This article provides an overview of the auto-scaling feature and managed services architecture. The article also describes the steps to overcome certain challenges faced after scale-down of additional VMs as part of auto-scaling.
Auto-scaling is an essential feature of cloud computing, which automatically adds or removes compute resources based on actual usage. However, after you scale-down additional VMs as part of auto-scaling, you might face a few challenges during de-registration of VMs from the monitoring dashboard such as Nagios.
This article provides the steps to overcome these issues related VM de-registration after auto scaling down. The steps provided here are in the context of VMs deployed on Amazon Web Services (AWS) with managed services.
To get a better understanding of the challenges, you must first familiarize yourself with the auto-scaling feature and managed services architecture. A brief overview is provided in the following sections.
Some of the terms used in this article are explained here.

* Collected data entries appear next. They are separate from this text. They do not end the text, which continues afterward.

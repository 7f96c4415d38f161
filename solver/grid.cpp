// SPDX-License-Identifier: Apache-2.0
#include "solver/grid.h"

#include <algorithm>
#include <cmath>
#include <numeric>

namespace sunder::solver {
namespace {

using models::Conductor;
using models::ConductorSet;

constexpr Conductor kAll[] = {Conductor::L1, Conductor::L2, Conductor::L3, Conductor::N, Conductor::PE};
constexpr int kPeSlot = 4;

// Disjoint sets with path halving.
class Sets {
 public:
  explicit Sets(std::size_t n) : parent_(n) { std::iota(parent_.begin(), parent_.end(), 0); }
  int find(int i) {
    while (parent_[static_cast<std::size_t>(i)] != i) {
      int& p = parent_[static_cast<std::size_t>(i)];
      p = parent_[static_cast<std::size_t>(p)];
      i = p;
    }
    return i;
  }
  void unite(int a, int b) { parent_[static_cast<std::size_t>(find(a))] = find(b); }

 private:
  std::vector<int> parent_;
};

// Impedance that a conductor of a run has.
Complex of(const RunImpedance& z, Conductor c) {
  if (c == Conductor::N) return z.neutral;
  return c == Conductor::PE ? z.protective : z.line;
}

}  // namespace

Grid::Half::Half() = default;
Grid::Half::Half(const Half& other) : grid_(other.grid_ ? std::make_unique<Grid>(*other.grid_) : nullptr) {}
Grid::Half::Half(Half&& other) noexcept = default;
Grid::Half& Grid::Half::operator=(Half other) noexcept {
  grid_ = std::move(other.grid_);
  return *this;
}
Grid::Half::~Half() = default;
void Grid::Half::begin() { grid_ = std::make_unique<Grid>(); }

int Grid::add_node(ConductorSet conductors) {
  conductors_.push_back(conductors);
  if (!extra_.empty()) extra_.push_back(0);
  return static_cast<int>(conductors_.size()) - 1;
}

int Grid::add_terminal(int node) {
  constexpr int kRoom = kSlots - static_cast<int>(models::kConductors);
  // A node with no room left has its further terminals on a node of their own.
  if (!extra_.empty() && extra_[at(node)] == kRoom) node = add_node({});
  if (extra_.empty()) extra_.assign(conductors_.size(), 0);
  return node * kSlots + static_cast<int>(models::kConductors) + extra_[at(node)]++;
}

|CloudWatch||Monitors the AWS workloads and collects relevant statistics that can be used in conjunction with the VM metrics to initiate the deployment or removal of a VM.|
|Custom AMI||Custom Amazon Machine Image (AMI) improves provisioning times when instances are launched in an environment and you need to install a lot of software that are not included in the standard AMIs.|
|Lambda||Used for several predefined services including adding network interfaces (ENIs) on newly deployed VMs, monitoring VM-Series traffic metrics, and communicating with Amazon CloudWatch.|
Auto-scaling ensures that you have the correct number of instances available to handle the application load. The collections of these instances are called auto-scaling groups.

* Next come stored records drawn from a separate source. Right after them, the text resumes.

static void each_static_figure_at_its_limit_and_one_above(void **state)
{
    (void)state;
    struct dose_limits limits = open_limits();
    struct dose_channel channel;
    dose_init(&channel);
    limits.current_ua = 60000;
    limits.duration_us = 400;
    struct pulse pulse = {.at_us = 0, .current_ua = 60000, .duration_us = 400};
    assert_int_equal(dose_check(&limits, &channel, &pulse).figure, DOSE_NONE);
    pulse.current_ua++;
    assert_int_equal(dose_check(&limits, &channel, &pulse).figure, DOSE_CURRENT);
    pulse.current_ua--;
    pulse.duration_us++;
    assert_int_equal(dose_check(&limits, &channel, &pulse).figure, DOSE_DURATION);
    pulse.duration_us--;
    limits.charge_pc = 24000000;
    assert_int_equal(dose_check(&limits, &channel, &pulse).figure, DOSE_NONE);
    limits.charge_pc--;
    assert_int_equal(dose_check(&limits, &channel, &pulse).figure, DOSE_CHARGE);
    limits = open_limits();
    limits.energy_uj = 1440; /* 2 * 0.06^2 * 500 * 400e-6 J */
    assert_int_equal(dose_check(&limits, &channel, &pulse).figure, DOSE_NONE);
    limits.energy_uj--;
    assert_int_equal(dose_check(&limits, &channel, &pulse).figure, DOSE_ENERGY);
    limits = open_limits();
    limits.voltage_mv = 60000;
    assert_int_equal(dose_check(&limits, &channel, &pulse).figure, DOSE_NONE);
    limits.load_ohm++;
    assert_int_equal(dose_check(&limits, &channel, &pulse).figure, DOSE_VOLTAGE);
    limits = open_limits();
    limits.net_dc_na = 240; /* 24 uC a second at 1 % */
    assert_int_equal(dose_check(&limits, &channel, &pulse).figure, DOSE_NONE);
    limits.net_dc_na--;
    assert_int_equal(dose_check(&limits, &channel, &pulse).figure, DOSE_NET_DC);
}

static void gap_is_the_greater_of_limit_and_pulse_length(void **state)
{
    (void)state;
    struct dose_limits limits = open_limits();
    struct dose_channel channel;
    dose_init(&channel);
    assert_int_equal(give(&limits, &channel, 20000, 200, 0, 1, 1), DOSE_NONE);
    struct pulse pulse = {.at_us = 1999, .current_ua = 20000, .duration_us = 200};
    assert_int_equal(dose_check(&limits, &channel, &pulse).figure, DOSE_GAP);
    pulse.at_us = 2000;
    assert_int_equal(dose_check(&limits, &channel, &pulse).figure, DOSE_NONE);
    limits.recovery_us = 5000; /* 200 + 100 + 5000 + 500 */
    pulse.at_us = 5799;
    assert_int_equal(dose_check(&limits, &channel, &pulse).figure, DOSE_GAP);
    pulse.at_us = 5800;
    assert_int_equal(dose_check(&limits, &channel, &pulse).figure, DOSE_NONE);
}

You can specify the following characteristics for a group:
- Minimum, maximum and desired number of instances in each auto-scaling group:
Auto-scaling ensures that the number of instances in the group always fits within the specified minimum and maximum range.
- Group capacity: Auto-scaling ensures that the group has the specified instances.
- Auto-scaling policies: Auto-scaling can launch or terminate instances as demand on the application differs.
The following diagram depicts an Auto Scaling group.
VM registration during auto-scaling
Let’s now take a look at the sequence of steps that involve VM registration during auto-scaling.
- Define an Amazon Machine Image (AMI) instance and create an Auto Scaling group to launch instances
- Use CloudWatch to monitor the servers and when certain configurable events occur, launch more instances based on the AMI template defined.
- Once new EC2 (Elastic Compute Cloud) instances are launched, they get bootstrapped with Chef server and managed services tools are installed and configured.
- After Chef bootstrap, the new server gets registered with the central tools and becomes part of the application cluster in auto-scaling group.
The following diagram illustrates the VM registration process during auto scaling.
Managed services architecture
A fixed number of instances run in an auto-scaling group when the load is stable and these instances are registered with managed services tools.
Automation tools such as Chef, Puppet, or Ansible are used to register these VMs on the managed services tools set.
The following diagram illustrates the initial architecture.
When the demand for the resources increases, the load balancer detects and enables auto-scaling to deploy additional VMs as per the policy defined in the auto-scaling group.
These newly deployed VMs are registered like the VMs initially deployed using automation tools.
The following diagram illustrates the auto scale up architecture.
Once the demand is met and additional resources are no longer needed, auto-scaling will terminate additional VMs (or reduce the number of instances).
The additional VMs terminated by auto-scaling are not de-registered from the managed services, as there is no means to run a script or automation tool at client end to de-register the deleted VMs.
The following diagram illustrates the auto scale down architecture.
The following challenges are faced after scale-down of additional VMs:
- There is no means to de-register the deleted VMs from managed services before it terminates.
- False alerts are raised if terminated VMs are not de-registered from the managed services.
The solution described here utilizes the monitoring and computing services of public cloud providers to de-register the VMs based on the termination event, for example, CloudWatch, Lambda, and SSM from AWS.
The following diagram illustrates the process for de-registering VMs.
Follow these steps to de-register the VMs:
- Set rules in CloudWatch for any termination to capture the instance details.
- Configure Lambda as a trigger that will capture the instance details.
- Use Lambda to also transfer the information to SSM.
- SSM agent will run the shell script on the Nagios Relay instance.
- Then, the Nagios relay server processes the files and de-registers the instance.
The following diagram illustrates the architecture when this solution is implemented.